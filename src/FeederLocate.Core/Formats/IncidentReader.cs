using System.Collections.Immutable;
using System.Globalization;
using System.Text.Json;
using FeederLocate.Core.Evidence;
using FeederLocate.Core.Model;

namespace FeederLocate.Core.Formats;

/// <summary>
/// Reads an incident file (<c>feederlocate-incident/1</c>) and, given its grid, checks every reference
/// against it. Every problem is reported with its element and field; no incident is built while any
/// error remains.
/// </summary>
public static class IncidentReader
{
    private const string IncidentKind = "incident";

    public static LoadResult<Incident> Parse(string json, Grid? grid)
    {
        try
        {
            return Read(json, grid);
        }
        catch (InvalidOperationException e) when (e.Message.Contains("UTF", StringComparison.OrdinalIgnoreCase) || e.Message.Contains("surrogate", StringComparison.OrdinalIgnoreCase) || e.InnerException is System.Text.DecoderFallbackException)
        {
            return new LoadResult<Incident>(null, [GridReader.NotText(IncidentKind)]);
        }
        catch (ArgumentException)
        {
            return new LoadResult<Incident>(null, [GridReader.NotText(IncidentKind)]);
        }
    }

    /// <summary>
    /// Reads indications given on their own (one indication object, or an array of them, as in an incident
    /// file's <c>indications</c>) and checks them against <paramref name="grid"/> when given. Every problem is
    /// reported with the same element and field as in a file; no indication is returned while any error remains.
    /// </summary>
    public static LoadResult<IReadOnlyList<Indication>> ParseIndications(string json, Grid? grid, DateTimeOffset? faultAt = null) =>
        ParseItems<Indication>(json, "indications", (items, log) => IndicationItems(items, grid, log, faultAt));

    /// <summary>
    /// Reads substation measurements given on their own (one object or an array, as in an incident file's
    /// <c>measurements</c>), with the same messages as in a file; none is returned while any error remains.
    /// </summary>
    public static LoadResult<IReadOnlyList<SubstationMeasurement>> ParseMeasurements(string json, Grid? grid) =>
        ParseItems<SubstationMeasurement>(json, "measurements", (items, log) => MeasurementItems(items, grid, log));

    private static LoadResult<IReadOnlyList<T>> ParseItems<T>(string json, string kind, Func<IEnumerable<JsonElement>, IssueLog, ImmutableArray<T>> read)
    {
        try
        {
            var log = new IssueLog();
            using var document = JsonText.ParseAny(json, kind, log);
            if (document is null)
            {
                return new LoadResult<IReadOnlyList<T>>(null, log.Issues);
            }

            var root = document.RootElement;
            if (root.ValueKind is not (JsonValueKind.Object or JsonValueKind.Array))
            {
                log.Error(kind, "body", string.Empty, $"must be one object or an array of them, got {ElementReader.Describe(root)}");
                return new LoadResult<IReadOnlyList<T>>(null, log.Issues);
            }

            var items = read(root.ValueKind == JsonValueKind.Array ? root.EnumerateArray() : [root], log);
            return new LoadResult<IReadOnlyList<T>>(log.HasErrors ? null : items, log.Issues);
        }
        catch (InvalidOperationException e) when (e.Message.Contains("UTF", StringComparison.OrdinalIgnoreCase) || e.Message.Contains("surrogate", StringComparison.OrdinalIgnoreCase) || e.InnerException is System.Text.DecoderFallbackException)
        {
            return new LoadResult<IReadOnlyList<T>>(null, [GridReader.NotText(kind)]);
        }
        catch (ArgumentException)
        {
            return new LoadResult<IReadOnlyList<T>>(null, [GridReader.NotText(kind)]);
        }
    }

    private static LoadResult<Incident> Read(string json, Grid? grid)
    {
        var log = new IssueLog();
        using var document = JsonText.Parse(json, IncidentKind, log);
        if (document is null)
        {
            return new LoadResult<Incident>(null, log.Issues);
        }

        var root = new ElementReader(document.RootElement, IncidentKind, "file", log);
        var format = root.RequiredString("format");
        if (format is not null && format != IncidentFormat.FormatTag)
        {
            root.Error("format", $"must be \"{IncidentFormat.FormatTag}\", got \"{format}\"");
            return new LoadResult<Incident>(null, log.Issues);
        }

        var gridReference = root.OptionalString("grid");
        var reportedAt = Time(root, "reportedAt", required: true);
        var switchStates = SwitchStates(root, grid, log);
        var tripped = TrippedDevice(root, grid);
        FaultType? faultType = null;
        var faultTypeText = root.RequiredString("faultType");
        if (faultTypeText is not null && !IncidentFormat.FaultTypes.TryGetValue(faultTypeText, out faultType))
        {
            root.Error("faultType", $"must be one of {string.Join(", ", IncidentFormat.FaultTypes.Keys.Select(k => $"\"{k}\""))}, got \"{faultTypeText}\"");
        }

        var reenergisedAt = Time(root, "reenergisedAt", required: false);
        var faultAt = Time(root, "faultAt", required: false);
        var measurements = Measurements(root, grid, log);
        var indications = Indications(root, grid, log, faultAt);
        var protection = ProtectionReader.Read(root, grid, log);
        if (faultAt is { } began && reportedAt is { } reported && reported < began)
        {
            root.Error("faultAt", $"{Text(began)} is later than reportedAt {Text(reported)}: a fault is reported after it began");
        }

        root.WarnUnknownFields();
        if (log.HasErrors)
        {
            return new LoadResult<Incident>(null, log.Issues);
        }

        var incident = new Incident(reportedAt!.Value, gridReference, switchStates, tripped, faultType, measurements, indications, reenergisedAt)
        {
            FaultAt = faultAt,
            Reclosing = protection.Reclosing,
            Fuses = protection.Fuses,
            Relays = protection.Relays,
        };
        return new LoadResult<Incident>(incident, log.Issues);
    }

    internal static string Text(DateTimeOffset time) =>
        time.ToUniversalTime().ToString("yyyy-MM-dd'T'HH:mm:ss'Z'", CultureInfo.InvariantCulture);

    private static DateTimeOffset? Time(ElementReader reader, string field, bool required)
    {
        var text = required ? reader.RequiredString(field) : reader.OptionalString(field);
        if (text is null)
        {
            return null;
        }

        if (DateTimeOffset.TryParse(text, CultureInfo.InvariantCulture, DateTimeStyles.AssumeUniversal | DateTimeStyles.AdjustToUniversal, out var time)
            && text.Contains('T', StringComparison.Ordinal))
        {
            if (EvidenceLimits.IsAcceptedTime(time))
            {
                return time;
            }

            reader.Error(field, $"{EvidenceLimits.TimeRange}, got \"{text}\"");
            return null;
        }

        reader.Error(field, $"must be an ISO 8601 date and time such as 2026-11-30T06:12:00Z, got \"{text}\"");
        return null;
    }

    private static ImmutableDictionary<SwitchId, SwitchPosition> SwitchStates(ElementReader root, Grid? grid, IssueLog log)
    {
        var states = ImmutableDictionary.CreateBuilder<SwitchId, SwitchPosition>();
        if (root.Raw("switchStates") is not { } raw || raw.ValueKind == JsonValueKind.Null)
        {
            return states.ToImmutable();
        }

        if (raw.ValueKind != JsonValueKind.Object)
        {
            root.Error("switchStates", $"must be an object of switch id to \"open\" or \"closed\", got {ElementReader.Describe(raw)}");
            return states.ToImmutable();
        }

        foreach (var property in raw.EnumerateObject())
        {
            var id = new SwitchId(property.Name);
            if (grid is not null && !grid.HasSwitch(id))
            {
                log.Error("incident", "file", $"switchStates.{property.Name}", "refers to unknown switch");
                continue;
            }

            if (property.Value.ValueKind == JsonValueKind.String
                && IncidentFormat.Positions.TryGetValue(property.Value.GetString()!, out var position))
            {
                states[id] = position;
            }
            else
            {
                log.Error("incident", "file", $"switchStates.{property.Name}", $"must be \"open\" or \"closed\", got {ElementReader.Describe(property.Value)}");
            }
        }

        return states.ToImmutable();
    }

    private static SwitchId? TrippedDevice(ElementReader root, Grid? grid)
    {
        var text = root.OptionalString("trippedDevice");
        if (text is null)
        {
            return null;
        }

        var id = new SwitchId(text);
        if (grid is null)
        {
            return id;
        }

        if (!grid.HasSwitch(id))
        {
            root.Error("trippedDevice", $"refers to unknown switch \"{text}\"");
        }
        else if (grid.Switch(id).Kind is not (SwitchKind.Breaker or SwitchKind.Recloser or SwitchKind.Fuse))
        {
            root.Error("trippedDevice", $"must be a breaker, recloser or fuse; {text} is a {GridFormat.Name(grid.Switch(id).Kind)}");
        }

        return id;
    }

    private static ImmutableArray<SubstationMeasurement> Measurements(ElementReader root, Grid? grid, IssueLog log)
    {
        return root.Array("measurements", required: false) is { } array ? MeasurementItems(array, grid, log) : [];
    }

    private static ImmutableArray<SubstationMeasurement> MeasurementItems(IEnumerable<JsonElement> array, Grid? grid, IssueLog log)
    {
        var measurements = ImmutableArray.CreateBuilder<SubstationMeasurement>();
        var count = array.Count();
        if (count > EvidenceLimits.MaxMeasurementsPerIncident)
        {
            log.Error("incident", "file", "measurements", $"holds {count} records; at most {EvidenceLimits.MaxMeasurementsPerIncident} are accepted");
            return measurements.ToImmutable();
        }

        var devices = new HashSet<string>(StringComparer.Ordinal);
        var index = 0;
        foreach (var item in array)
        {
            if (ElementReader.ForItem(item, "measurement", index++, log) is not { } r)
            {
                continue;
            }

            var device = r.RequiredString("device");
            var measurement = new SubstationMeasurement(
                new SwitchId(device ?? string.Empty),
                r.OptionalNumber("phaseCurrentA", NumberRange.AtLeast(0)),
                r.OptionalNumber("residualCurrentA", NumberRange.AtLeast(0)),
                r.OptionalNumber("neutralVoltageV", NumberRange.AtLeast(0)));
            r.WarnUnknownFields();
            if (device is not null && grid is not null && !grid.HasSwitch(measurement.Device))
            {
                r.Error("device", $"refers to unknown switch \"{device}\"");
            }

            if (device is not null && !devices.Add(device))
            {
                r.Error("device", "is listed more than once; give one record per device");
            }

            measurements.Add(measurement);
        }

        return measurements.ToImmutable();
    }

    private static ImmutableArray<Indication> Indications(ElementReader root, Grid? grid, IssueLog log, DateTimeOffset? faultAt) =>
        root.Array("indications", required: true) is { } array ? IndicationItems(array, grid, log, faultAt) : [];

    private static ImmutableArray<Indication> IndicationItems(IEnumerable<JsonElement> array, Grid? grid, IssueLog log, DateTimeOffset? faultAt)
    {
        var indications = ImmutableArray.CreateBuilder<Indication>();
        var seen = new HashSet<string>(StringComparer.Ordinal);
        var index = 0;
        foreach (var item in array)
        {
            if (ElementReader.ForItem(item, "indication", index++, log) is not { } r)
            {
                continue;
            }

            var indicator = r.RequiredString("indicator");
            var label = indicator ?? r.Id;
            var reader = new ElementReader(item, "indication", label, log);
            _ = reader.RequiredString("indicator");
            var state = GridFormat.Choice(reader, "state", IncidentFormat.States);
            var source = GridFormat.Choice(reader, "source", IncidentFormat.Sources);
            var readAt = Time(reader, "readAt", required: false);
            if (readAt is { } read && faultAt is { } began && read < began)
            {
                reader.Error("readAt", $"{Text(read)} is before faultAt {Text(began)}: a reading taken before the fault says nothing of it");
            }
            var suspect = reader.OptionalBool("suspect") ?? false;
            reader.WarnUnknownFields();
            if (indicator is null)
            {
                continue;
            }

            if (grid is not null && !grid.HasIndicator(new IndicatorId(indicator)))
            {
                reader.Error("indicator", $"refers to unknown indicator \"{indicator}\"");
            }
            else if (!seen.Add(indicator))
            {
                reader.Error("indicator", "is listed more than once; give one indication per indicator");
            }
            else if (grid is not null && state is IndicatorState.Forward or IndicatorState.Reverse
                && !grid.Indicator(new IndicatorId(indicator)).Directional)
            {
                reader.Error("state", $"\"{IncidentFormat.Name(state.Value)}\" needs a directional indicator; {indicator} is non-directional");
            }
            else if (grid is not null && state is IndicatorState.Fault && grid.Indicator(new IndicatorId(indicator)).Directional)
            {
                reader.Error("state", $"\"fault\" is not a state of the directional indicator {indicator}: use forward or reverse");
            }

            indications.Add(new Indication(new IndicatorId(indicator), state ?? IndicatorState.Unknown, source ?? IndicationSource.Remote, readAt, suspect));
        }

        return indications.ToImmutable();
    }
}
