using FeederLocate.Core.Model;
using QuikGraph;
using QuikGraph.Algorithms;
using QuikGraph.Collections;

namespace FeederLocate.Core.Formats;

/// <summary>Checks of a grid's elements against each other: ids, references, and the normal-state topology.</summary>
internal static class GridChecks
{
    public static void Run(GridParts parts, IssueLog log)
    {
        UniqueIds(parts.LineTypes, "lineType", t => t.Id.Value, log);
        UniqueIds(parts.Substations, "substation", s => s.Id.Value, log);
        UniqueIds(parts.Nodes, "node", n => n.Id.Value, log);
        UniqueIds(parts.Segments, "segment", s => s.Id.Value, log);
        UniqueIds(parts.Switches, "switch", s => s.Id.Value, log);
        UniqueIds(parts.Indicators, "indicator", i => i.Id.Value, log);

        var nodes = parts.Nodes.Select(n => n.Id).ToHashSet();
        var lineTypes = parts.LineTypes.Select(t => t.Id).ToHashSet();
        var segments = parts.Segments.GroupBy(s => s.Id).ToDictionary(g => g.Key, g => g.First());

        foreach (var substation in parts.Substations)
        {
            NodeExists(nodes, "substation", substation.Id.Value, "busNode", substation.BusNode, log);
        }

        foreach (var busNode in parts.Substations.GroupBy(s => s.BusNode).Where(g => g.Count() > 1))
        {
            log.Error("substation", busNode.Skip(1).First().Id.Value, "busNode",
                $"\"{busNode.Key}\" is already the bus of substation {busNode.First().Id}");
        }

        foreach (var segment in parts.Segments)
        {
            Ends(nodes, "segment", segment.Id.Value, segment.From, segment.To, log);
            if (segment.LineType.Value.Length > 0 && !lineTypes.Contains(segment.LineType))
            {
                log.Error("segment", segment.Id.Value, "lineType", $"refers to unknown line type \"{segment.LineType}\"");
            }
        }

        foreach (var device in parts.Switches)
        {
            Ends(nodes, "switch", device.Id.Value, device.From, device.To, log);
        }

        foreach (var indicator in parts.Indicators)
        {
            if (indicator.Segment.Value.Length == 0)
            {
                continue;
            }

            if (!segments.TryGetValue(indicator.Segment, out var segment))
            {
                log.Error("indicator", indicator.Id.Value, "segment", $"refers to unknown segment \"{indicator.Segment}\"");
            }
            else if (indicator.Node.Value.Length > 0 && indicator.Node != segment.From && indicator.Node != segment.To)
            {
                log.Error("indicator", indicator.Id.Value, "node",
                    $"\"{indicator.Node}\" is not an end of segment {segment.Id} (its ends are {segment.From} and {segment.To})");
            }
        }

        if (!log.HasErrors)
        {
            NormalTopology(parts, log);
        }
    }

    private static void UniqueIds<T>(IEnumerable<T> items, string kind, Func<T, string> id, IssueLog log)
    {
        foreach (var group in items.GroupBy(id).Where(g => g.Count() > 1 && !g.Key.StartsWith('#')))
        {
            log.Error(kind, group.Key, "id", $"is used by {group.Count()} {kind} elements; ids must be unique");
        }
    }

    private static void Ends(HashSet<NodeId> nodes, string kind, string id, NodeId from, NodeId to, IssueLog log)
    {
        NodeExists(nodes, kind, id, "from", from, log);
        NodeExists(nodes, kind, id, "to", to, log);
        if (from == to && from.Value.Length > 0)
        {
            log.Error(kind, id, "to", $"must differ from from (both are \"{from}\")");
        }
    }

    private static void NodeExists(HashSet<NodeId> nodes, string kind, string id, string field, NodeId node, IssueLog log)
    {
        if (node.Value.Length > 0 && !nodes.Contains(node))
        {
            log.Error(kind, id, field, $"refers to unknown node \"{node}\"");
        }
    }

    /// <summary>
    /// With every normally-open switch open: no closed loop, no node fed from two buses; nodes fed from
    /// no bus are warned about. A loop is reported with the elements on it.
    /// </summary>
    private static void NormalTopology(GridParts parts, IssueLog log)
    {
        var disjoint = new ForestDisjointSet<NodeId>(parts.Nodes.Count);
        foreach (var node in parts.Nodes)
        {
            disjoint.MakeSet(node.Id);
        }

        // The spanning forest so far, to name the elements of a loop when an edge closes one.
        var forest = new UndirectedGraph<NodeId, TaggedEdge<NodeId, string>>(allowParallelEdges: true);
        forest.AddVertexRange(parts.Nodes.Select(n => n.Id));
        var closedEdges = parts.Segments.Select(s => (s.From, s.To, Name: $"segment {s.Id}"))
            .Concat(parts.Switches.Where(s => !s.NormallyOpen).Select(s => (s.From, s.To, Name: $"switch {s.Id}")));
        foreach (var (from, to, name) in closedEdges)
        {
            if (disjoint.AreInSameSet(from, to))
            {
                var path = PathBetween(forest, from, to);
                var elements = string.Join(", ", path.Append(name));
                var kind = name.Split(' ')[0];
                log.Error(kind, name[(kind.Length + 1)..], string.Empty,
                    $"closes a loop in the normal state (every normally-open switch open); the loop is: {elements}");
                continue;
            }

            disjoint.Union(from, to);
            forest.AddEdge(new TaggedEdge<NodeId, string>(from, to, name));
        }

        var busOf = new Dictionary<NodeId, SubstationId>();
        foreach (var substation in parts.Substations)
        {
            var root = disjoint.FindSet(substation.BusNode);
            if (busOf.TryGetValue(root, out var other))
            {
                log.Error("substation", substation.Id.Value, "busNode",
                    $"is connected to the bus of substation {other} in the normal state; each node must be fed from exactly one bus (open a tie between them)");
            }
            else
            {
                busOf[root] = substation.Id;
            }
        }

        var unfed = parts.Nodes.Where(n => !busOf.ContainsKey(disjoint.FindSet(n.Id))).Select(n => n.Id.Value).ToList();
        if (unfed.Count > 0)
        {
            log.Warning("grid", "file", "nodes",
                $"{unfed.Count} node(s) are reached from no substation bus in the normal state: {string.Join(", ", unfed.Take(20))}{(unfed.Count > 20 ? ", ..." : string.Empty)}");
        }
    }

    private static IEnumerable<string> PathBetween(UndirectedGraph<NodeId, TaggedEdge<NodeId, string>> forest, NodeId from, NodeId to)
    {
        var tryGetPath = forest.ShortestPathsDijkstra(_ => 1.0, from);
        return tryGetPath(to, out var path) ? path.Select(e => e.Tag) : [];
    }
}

= = = = =

## Task objective
The word is "UndirectedGraph". Copy every line above where it appears.

## Response area
        var forest = new UndirectedGraph<NodeId, TaggedEdge<NodeId, string>>(allowParallelEdges: true);
    private static IEnumerable<string> PathBetween(UndirectedGraph<NodeId, TaggedEdge<NodeId, string>> forest, NodeId from, NodeId to)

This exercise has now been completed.